* The problem:
Scan the material for the string "that" and copy out every line in which it occurs.

* Input records:
━━━━━━━━━━━━━━━━━━━━

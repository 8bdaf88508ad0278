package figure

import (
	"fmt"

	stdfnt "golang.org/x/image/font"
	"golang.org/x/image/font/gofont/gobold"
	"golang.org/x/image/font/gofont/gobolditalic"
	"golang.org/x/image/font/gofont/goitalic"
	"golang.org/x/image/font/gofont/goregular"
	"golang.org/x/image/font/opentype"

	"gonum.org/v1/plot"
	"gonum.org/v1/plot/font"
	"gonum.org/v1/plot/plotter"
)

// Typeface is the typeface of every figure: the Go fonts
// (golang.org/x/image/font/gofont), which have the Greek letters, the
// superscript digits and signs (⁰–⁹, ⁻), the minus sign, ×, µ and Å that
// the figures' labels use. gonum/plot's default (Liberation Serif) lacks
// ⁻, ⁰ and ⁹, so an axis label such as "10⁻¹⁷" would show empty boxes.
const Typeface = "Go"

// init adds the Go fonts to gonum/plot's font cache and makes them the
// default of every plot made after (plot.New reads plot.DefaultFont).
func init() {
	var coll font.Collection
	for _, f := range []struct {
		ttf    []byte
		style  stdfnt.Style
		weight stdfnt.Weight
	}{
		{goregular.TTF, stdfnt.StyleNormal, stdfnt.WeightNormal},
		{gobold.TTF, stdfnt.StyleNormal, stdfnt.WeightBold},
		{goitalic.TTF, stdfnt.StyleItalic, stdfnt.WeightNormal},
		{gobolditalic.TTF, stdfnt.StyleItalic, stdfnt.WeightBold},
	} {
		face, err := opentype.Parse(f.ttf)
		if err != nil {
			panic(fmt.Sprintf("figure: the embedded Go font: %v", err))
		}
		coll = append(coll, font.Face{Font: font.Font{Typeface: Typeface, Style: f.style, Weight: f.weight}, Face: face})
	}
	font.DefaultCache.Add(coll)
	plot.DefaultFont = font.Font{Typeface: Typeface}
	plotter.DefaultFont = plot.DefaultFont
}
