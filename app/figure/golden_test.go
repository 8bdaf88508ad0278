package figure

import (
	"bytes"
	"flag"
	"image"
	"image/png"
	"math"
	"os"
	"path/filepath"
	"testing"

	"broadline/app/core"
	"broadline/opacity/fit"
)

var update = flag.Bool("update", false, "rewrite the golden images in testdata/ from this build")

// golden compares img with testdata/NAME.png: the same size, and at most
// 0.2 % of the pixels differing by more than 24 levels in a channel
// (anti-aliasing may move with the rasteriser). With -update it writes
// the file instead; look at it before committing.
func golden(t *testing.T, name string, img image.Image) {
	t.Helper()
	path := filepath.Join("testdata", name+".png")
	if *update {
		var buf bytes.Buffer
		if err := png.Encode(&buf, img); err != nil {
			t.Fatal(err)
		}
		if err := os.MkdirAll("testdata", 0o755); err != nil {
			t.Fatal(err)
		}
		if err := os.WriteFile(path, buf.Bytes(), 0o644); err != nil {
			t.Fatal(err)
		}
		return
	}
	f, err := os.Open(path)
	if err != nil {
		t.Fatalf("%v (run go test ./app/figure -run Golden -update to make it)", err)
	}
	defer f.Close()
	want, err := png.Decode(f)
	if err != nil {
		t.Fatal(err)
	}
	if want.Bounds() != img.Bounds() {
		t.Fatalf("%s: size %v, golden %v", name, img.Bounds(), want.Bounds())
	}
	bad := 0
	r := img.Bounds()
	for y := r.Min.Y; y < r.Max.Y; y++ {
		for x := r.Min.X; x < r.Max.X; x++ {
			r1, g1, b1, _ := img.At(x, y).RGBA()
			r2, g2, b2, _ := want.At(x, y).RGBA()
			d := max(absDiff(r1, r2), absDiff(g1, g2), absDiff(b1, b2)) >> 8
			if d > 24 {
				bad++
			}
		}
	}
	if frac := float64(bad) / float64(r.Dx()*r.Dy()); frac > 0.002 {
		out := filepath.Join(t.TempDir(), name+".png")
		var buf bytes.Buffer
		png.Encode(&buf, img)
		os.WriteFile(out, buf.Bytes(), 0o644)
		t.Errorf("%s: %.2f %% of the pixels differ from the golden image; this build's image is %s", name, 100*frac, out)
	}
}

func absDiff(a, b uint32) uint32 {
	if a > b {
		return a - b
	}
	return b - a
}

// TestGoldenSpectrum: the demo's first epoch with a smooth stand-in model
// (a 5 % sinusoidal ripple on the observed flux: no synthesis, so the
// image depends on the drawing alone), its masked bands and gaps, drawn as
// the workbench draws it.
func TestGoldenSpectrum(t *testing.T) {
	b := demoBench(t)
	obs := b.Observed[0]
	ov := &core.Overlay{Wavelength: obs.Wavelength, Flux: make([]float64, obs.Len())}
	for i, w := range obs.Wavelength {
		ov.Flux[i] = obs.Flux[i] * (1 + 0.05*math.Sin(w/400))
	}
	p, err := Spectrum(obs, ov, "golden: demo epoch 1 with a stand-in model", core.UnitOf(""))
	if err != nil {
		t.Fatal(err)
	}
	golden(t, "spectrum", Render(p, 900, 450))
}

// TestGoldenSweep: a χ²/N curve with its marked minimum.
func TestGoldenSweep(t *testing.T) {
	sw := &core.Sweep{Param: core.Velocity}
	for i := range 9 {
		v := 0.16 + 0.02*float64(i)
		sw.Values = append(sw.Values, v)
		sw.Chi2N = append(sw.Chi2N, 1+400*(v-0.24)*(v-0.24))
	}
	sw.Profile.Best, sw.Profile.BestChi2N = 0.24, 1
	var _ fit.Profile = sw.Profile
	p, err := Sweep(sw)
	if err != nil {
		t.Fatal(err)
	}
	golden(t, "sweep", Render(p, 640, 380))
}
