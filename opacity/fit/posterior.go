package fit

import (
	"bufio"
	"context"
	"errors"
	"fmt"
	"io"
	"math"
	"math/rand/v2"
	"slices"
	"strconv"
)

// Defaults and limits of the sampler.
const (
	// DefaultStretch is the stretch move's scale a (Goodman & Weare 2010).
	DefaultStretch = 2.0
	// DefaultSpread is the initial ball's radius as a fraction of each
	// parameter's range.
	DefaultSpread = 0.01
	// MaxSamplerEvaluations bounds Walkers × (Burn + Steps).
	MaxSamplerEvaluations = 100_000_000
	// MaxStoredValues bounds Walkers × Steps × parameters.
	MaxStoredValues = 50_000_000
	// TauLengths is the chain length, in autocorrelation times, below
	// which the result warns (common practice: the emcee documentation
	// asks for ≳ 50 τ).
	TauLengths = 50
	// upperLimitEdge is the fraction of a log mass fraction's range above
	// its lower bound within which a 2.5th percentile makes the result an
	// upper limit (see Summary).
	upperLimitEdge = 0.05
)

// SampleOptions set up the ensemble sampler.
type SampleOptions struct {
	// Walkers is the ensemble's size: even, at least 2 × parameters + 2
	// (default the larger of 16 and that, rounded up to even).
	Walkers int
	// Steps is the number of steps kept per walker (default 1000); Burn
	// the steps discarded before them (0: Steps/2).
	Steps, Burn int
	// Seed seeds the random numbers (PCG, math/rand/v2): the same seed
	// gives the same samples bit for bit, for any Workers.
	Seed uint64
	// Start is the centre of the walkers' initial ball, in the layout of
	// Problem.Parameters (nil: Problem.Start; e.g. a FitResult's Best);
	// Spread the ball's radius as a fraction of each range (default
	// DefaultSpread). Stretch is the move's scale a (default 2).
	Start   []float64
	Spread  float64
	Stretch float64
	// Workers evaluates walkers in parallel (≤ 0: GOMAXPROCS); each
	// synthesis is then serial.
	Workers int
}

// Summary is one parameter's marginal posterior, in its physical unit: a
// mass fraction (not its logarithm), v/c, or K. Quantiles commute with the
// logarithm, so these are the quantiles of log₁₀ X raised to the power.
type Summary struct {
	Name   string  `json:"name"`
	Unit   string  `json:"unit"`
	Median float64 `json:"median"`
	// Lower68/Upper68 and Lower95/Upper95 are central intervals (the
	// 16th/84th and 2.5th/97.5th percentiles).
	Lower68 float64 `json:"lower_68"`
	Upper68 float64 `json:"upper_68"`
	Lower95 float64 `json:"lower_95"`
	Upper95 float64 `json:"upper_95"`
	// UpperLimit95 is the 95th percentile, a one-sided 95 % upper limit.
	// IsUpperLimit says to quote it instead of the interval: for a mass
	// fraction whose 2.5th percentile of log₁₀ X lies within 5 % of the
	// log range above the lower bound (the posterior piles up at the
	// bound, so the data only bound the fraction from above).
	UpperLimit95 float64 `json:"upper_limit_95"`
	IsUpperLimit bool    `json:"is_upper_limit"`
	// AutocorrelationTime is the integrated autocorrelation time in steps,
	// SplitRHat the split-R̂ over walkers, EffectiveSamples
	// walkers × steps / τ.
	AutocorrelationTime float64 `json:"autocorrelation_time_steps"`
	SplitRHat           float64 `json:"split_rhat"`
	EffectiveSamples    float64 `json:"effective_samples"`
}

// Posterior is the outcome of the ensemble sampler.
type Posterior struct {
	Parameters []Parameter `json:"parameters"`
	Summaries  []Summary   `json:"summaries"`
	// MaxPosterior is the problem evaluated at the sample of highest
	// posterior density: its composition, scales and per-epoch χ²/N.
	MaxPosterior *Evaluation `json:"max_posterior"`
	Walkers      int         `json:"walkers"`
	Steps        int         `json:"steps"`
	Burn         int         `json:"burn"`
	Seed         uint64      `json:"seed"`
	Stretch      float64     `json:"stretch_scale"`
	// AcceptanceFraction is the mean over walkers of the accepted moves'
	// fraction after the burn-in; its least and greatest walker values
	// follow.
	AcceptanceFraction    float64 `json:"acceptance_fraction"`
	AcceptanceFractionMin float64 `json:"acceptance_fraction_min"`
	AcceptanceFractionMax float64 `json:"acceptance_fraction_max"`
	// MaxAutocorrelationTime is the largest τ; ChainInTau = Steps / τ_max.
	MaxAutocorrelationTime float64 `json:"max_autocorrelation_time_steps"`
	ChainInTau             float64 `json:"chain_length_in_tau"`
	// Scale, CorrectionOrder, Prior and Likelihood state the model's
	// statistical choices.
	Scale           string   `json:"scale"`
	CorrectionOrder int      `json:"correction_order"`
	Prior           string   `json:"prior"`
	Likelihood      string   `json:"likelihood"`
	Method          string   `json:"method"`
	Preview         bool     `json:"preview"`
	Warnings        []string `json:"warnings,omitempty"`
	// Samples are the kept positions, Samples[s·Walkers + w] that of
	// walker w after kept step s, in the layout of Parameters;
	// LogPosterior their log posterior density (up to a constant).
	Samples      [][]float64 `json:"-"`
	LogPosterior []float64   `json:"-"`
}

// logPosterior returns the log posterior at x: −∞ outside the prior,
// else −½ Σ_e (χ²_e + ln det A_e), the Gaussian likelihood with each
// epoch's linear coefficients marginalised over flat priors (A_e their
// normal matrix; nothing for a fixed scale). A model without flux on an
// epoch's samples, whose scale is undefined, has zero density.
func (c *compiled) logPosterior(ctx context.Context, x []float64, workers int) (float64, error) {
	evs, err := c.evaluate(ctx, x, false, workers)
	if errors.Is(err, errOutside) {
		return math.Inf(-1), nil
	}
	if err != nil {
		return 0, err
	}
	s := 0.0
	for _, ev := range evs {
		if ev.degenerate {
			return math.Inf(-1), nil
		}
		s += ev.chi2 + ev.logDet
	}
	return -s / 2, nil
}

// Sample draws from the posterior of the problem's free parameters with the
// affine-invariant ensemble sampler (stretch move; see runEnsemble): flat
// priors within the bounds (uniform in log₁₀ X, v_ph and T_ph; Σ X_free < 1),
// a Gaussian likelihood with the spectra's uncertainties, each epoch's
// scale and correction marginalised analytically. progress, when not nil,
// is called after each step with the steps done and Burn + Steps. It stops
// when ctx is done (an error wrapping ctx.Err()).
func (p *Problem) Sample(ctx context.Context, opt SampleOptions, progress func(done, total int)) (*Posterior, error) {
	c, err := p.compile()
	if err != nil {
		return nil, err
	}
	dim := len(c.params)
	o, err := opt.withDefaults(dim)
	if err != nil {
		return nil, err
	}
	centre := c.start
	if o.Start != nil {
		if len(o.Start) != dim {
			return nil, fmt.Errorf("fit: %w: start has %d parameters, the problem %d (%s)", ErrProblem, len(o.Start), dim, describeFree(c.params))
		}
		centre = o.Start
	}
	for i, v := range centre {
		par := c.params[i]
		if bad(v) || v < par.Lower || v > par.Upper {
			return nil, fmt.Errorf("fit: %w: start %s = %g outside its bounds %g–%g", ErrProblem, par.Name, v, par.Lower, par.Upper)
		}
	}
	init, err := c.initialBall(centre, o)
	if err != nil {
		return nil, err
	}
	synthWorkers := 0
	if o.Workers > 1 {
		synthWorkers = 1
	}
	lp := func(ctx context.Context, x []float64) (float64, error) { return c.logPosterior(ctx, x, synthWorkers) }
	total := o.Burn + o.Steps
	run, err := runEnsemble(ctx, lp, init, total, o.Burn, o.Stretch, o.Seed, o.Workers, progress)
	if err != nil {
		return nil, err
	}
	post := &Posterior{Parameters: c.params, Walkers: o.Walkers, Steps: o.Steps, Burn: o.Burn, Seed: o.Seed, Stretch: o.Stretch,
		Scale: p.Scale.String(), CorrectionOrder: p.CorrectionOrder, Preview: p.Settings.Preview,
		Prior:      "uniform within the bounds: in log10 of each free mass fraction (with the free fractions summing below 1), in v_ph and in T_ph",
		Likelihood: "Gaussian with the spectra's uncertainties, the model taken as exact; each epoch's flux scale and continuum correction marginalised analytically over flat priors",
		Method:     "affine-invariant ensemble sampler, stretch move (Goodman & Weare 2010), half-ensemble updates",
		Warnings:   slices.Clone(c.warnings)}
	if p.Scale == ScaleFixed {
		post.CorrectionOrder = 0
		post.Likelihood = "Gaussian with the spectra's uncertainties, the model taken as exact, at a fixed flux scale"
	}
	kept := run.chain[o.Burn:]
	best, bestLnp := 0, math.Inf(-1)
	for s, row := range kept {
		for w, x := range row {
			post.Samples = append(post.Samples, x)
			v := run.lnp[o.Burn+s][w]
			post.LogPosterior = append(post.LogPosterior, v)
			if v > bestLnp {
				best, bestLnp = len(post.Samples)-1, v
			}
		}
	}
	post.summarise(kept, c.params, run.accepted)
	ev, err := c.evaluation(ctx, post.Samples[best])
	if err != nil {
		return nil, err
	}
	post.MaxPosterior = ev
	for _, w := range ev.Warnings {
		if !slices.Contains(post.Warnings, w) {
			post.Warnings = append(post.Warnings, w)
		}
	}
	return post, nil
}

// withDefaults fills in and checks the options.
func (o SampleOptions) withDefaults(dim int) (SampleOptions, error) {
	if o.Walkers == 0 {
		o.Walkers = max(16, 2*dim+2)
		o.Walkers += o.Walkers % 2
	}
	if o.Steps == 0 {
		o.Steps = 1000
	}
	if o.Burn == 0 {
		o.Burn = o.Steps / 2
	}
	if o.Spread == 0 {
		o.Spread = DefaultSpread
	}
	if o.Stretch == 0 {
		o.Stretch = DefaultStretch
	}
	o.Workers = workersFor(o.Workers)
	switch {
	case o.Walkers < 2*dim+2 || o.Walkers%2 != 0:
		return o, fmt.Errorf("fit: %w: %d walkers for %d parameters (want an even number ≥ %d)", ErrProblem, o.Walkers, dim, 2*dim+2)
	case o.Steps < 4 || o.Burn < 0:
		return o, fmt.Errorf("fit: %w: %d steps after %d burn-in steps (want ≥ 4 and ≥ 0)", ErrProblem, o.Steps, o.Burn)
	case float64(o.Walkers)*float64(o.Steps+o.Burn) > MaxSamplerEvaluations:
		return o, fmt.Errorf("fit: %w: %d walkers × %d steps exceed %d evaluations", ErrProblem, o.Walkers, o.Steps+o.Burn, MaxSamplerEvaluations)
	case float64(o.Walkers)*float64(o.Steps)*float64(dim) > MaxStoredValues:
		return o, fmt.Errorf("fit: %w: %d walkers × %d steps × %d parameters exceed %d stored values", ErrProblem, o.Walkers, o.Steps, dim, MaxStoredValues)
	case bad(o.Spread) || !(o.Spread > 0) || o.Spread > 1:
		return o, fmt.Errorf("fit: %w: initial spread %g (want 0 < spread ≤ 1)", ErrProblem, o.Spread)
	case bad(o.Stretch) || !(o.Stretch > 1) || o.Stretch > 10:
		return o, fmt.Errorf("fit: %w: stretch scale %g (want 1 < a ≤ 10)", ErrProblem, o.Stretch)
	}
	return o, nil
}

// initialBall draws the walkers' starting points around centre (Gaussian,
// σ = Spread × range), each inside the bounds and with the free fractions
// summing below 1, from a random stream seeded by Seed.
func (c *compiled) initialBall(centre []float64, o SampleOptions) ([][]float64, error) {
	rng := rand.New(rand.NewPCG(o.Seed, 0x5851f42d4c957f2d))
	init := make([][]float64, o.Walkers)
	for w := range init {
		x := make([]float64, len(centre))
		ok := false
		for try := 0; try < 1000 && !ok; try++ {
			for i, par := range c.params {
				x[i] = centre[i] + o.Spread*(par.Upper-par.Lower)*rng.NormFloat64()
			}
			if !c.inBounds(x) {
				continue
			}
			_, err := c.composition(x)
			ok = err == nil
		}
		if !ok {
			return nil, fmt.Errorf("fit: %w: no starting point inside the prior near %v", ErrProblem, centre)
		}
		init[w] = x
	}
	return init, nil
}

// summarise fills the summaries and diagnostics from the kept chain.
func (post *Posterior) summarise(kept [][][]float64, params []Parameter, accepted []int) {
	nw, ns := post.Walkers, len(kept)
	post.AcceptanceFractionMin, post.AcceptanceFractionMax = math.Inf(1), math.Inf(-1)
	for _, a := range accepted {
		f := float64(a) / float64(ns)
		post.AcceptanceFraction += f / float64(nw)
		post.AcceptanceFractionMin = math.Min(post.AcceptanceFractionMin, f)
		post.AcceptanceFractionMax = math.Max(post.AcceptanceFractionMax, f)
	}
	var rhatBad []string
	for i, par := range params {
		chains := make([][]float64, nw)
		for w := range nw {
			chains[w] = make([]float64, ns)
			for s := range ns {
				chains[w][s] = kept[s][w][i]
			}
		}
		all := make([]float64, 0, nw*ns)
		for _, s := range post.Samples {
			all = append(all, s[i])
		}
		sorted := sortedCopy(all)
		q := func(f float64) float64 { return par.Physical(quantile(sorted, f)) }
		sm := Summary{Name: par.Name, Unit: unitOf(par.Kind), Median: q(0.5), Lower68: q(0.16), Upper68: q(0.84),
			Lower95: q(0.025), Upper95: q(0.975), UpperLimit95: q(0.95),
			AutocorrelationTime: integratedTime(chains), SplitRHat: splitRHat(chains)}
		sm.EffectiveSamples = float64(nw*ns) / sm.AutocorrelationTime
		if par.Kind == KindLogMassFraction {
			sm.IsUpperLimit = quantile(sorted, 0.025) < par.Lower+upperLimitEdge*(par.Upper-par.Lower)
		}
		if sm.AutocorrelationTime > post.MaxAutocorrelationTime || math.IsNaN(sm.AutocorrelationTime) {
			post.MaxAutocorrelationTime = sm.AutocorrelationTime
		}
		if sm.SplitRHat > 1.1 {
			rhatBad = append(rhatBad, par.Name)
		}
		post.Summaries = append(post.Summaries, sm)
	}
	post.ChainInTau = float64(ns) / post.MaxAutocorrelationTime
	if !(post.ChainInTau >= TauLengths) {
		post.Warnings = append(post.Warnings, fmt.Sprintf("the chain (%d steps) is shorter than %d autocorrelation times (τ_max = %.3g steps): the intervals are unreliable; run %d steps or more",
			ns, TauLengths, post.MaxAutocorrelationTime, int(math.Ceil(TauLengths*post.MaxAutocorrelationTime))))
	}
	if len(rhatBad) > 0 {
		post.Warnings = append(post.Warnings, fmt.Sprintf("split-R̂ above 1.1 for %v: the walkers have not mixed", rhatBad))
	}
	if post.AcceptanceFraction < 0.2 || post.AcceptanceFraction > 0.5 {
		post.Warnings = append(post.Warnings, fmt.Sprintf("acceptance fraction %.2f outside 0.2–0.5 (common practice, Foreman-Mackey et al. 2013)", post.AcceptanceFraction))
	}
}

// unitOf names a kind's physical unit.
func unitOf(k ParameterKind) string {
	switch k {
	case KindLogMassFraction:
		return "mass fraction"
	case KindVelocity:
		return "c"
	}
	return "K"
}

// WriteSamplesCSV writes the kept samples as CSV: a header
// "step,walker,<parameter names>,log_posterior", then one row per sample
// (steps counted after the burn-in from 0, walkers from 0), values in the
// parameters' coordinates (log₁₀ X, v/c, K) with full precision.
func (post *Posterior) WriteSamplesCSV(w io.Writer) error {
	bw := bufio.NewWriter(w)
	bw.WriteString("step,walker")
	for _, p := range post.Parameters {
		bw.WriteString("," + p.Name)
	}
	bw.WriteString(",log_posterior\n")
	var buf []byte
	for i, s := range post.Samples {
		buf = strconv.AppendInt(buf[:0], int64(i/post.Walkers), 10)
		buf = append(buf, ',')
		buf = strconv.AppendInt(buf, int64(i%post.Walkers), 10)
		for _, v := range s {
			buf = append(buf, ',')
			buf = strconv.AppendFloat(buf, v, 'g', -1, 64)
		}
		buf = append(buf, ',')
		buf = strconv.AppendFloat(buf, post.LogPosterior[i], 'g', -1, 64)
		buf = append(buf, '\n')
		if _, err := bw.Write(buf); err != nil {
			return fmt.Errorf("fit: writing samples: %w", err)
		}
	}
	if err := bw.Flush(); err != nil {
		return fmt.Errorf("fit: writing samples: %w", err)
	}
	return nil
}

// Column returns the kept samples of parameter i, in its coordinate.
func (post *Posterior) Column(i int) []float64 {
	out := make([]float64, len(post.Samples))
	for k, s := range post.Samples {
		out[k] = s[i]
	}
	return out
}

━━━━━━━━━━━━━━━━━━━━

* Problem solution:
// superscript digits and signs (⁰–⁹, ⁻), the minus sign, ×, µ and Å that
	// (default the larger of 16 and that, rounded up to even).
	// Samples are the kept positions, Samples[s·Walkers + w] that of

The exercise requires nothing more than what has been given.